- Longbang Location in Guangxi
- Coordinates: 22°53′N 106°20′E﻿ / ﻿22.883°N 106.333°E
- Country: People's Republic of China
- Autonomous Region: Guangxi
- Prefecture-level city: Baise
- County-level city: Jingxi

Area
- • Town: 119 km^{2} (46 sq mi)

Population (2012)
- • Town: 20,378
- • Density: 171/km^{2} (444/sq mi)
- • Rural: 18,123
- Time zone: UTC+8 (China Standard)

= Longbang =

Longbang () is a town in Jingxi, Guangxi of China. As of 2018, it has 12 villages under its administration.

Most of its residents speak Zhuang dialects. Its main touristic sight are the Pogala underground defense works, an underground fortification built in 1892.

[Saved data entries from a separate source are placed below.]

import { LIMITS } from '../../../../shared/limits.ts';
import type { ReadingName, SweepAxes } from '../../../../shared/run.ts';
import { pointCountOf } from '../../../../shared/runAxes.ts';
import type { StackDocument, WorkingPoint } from '../../../../shared/stack.ts';
import { families, readingsOf } from '../../../components/plot/readingView.ts';
import type { Family, Light } from '../../../components/plot/readingView.ts';
import type { Materials } from './media.ts';
import { fitsFilm } from './sweepAxis.ts';
import type { PreviewAxes } from './sweepAxis.ts';
import { axisOf, secondAxisOf, usualFamilies } from './viewState.ts';
import type { ViewState } from './viewState.ts';

/** Up to here a run stores every reading that the page can show; above, those that are drawn. */
const ALL_READINGS_UP_TO = 20_000;

/** The axes that the page draws over this film; null where none of them fits it. */
export function axesOf(view: ViewState, film: StackDocument, materials: Materials): PreviewAxes | null {
  const axis = axisOf(view, film, materials);
  if (axis === null) return null;
  const { family } = view;
  return {
    axis,
    second: secondAxisOf(view, axis, film, materials),
    family: family && fitsFilm(family, film) && !view.isMap ? family : null,
  };
}

/** What of a sweep is drawn, and what could be. */
export type DrawnReadings = {
  /** Families that curves can be drawn of, and those that are. */
  offered: readonly Family[];
  shown: readonly Family[];
  light: Light;
  /** Readings that a map or a family can show one of. */
  choices: readonly ReadingName[];
  /** Whether the sweep has more than one axis, so that one reading is drawn. */
  several: boolean;
  readings: readonly ReadingName[];
};

export function drawnReadings(
  view: Pick<ViewState, 'shown' | 'light' | 'reading' | 'point'>,
  several: boolean,
  transverse: boolean,
  averaged: boolean,
): DrawnReadings {
  const offered = offeredFamilies(averaged);
  const shown = view.shown ?? usualFamilies(transverse);
  const light = view.light ?? view.point.input;
  const choices = readingsOf(offered, 'ps');
  const usual = `${transverse ? 'contrast' : 'rotation'}${view.point.input === 's' ? 'S' : 'P'}`;
  const one = choices.find((name) => name === (view.reading ?? usual)) ?? 'reflectanceP';
  const readings = several
    ? [one]
    : readingsOf(
        shown.filter((family) => offered.includes(family)),
        light,
      );
  return { offered, shown, light, choices, several, readings };
}

/** The ceiling is of amplitudes, which averaged intensities have none of. */
function offeredFamilies(averaged: boolean): readonly Family[] {
  return families.filter((family) => !(averaged && family === 'ceiling'));
}

/** A short run stores all that the page can show, a long one what is drawn, a map at most six. */
export function keptReadings(
  sweep: SweepAxes,
  view: ViewState,
  transverse: boolean,
  averaged: boolean,
): ReadingName[] {
  const usual = usualFamilies(transverse);
  if (sweep.second) {
    const drawn = view.reading && !(averaged && view.reading === 'ceilingShare') ? [view.reading] : [];
    return [...new Set([...drawn, ...readingsOf(usual, 'ps')])].slice(0, LIMITS.mapReadings);
  }
  const all = offeredFamilies(averaged);
  if (pointCountOf(sweep) <= ALL_READINGS_UP_TO) return readingsOf(all, 'ps');
  return readingsOf(
    (view.shown ?? usual).filter((family) => all.includes(family)),
    view.light ?? view.point.input,
  );
}

/** Lowest and highest wavelength that the page asks for, nm. */
export function wavelengthRange(point: WorkingPoint, axes: PreviewAxes | null): readonly [number, number] {
  const swept = [axes?.axis, axes?.second, axes?.family].find((axis) => axis?.kind === 'wavelength');
  const all = swept ? [point.wavelengthNm, swept.from, swept.to] : [point.wavelengthNm];
  return [Math.min(...all), Math.max(...all)];
}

It is located near China's border with Vietnam, opposite the Trà Lĩnh District on the Vietnamese side.

==Border crossing==
At the Longbang Border Crossing (龙邦口岸) just south of town, Guangxi provincial highway 210 (S210) reaches the international border. There are also plans to extend the Tiandong-Debao rail line (a branch of the Nanning-Kunming Railway) to the Longbang border crossing.

According to a local travel guide site, there is a large market near the border crossing, where goods imported from Vietnam are sold.